落日のドイツ~なぜ「マイスターの国」が中国に敗れ、日本は生き残ったのか~

かつて欧州経済の絶対的な原動力であり、強固な財政と輸出競争力を誇ったドイツ。しかし現在、同国は「産業大国が依存をパートナーシップと誤認したときに何が起こるのか」を示す、世界で最も痛烈なケーススタディであり、警告となっている。

何十年もの間、ドイツは中国との深い関与が持続的な「ウィンウィン」の関係を生むと信じ込んでいた。ドイツが高度な機械や自動車を輸出し、中国がそれを原動力として成長し、さらに市場を拡大する――。この理想的な循環は、地政学的現実の変化と中国の急激な技術的キャッチアップによって、瞬く間にドイツの「最大の負債」へと反転した。

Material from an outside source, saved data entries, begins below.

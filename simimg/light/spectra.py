"""Spectra of stars, as the shape of their flux density over wavelength.

Only the shape matters: a magnitude sets the level. Every spectrum gives f_nu, flux density per unit
of frequency, in a unit of its own; the photons per unit of wavelength go as f_nu over wavelength,
for a photon's energy goes as its frequency. Wavelengths in metres.
"""

from __future__ import annotations

from dataclasses import dataclass, field
from typing import Literal, Protocol

import numpy as np
from numpy.typing import ArrayLike

from simimg.arrays import FloatArray
from simimg.light.curves import Curve

LIGHT_SPEED = 299792458.0
"""Speed of light (m/s), exact in the SI."""

PLANCK = 6.62607015e-34
"""Planck's constant (J s), exact in the SI."""

BOLTZMANN = 1.380649e-23
"""Boltzmann's constant (J/K), exact in the SI."""

_NO_BENDS = np.empty(0)

FluxKind = Literal["f_nu", "f_lambda", "photons"]
"""What a table holds: energy per frequency, energy per wavelength, or photons per wavelength."""


class Spectrum(Protocol):
    """What a star sends, in shape."""

    @property
    def bounds(self) -> tuple[float, float]:
        """Wavelengths (m) between which it is known."""
        ...

    @property
    def bends(self) -> FloatArray:
        """Wavelengths (m) where a table's lines meet."""
        ...

    def f_nu(self, wavelength: ArrayLike) -> FloatArray:
        """Flux density per unit of frequency at wavelengths (m), in a unit of its own."""
        ...


@dataclass(frozen=True)
class PowerLaw:
    """f_nu as a power of frequency.

    Attributes
    ----------
    index : float
        f_nu goes as frequency to this power, -20 to 20; 0 is flat in f_nu, -2 flat in f_lambda.
    """

    index: float

    def __post_init__(self) -> None:
        if not -20.0 <= self.index <= 20.0:
            raise ValueError(f"a power law's index must be from -20 to 20, got {self.index}")

    @property
    def bounds(self) -> tuple[float, float]:
        """Every wavelength."""
        return 0.0, np.inf

    @property
    def bends(self) -> FloatArray:
        """None."""
        return _NO_BENDS

    def f_nu(self, wavelength: ArrayLike) -> FloatArray:
        """Over its value at 1 micrometre."""
        return np.asarray((np.asarray(wavelength, dtype=np.float64) * 1e6) ** -self.index)


FLAT = PowerLaw(0.0)
"""The spectrum that magnitudes of the AB system take as their unit."""


@dataclass(frozen=True)
class Blackbody:
    """Planck's law.

    Attributes
    ----------
    temperature : float
        In kelvin, above 0.
    """

    temperature: float

    def __post_init__(self) -> None:
        if not (np.isfinite(self.temperature) and self.temperature > 0.0):
            raise ValueError(f"temperature must be finite and above 0 K, got {self.temperature}")

    @property
    def bounds(self) -> tuple[float, float]:
        """Every wavelength."""
        return 0.0, np.inf

    @property
    def bends(self) -> FloatArray:
        """None."""
        return _NO_BENDS

    def f_nu(self, wavelength: ArrayLike) -> FloatArray:
        """Radiance per frequency (W / m2 / Hz / sr)."""
        return planck(wavelength, self.temperature)


@dataclass(frozen=True, eq=False)
class TabulatedSpectrum:
    """A spectrum from a table, straight lines between its points.

    Attributes
    ----------
    curve : Curve
        Wavelengths (m) and flux, in any unit.
    kind : {"f_nu", "f_lambda", "photons"}
        Flux per frequency, per wavelength, or photons per wavelength.
    """

    curve: Curve
    kind: FluxKind = field(default="f_lambda")

    def __post_init__(self) -> None:
        if self.kind not in ("f_nu", "f_lambda", "photons"):
            raise ValueError(f'kind must be "f_nu", "f_lambda" or "photons", got {self.kind!r}')

    @property
    def bounds(self) -> tuple[float, float]:
        """Ends of the table (m)."""
        return self.curve.bounds

    @property
    def bends(self) -> FloatArray:
        """Its points."""
        return self.curve.wavelength

    def f_nu(self, wavelength: ArrayLike) -> FloatArray:
        """Interpolated as tabulated, then carried to f_nu; 0 beyond the table."""
        micrometres = np.asarray(wavelength, dtype=np.float64) * 1e6
        power = {"f_nu": 0, "photons": 1, "f_lambda": 2}[self.kind]
        return np.asarray(self.curve(wavelength) * micrometres**power)


def planck(wavelength: ArrayLike, temperature: ArrayLike) -> FloatArray:
    """Radiance of a blackbody.

    Parameters
    ----------
    wavelength, temperature : array_like
        In metres and kelvin, above 0; they broadcast.

    Returns
    -------
    ndarray of float64
        B_nu in W / m2 / Hz / sr; 0 where it is below the smallest number.

    References
    ----------
    Planck 1901: 2 h nu^3 / c^2 / (exp(h nu / k T) - 1).
    """
    frequency = LIGHT_SPEED / np.asarray(wavelength, dtype=np.float64)
    x = PLANCK * frequency / (BOLTZMANN * np.asarray(temperature, dtype=np.float64))
    # exp(-x) runs to 0 quietly where exp(x) would overflow.
    occupation = np.exp(-x) / -np.expm1(-x)
    return np.asarray(2.0 * PLANCK / LIGHT_SPEED**2 * frequency**3 * occupation)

世界の3大製造大国である米国、日本、ドイツを比較すると、ドイツの戦略的誤算はより鮮明になる。中国の台頭に直面しながら、米国は関税の壁を築き、輸入を制限することで自国産業が復活するための「時間」を稼いだ。トランプは2018年の第一次政権当時から既に中国へ関税を課していたのだ。
一方、日本は長年の経験からサプライチェーンの多様化をいち早く進め、地政学的リスクに備えてきた。
しかし、ドイツは、さらなる依存を築く道を選んでしまったのだ。
その結果が、今、ドイツ製造業を襲っている。

ドイツ経済の基幹であり、伝統的な強みの象徴であった「資本財(機械・設備など)」および「工作機械」の分野で起きている地殻変動は、現在の危機を最も雄弁に物語っている。
長年、ドイツは中国に対して一貫して資本財の貿易黒字を維持してきた。
しかし、Apollo Academyなどの分析が示す通り、2024年半ばから2025年8月までの12カ月移動平均において、ドイツの対中資本財貿易収支は約7億5000万ユーロの黒字から、約5億ユーロの赤字へと劇的に悪化した。
ドイツが中国に機械を売る額よりも、中国から機械や設備を輸入する額の方が多くなったのだ。この逆転は、単なる一時的な需要の変動ではなく、産業構造そのものが変化したことを意味している。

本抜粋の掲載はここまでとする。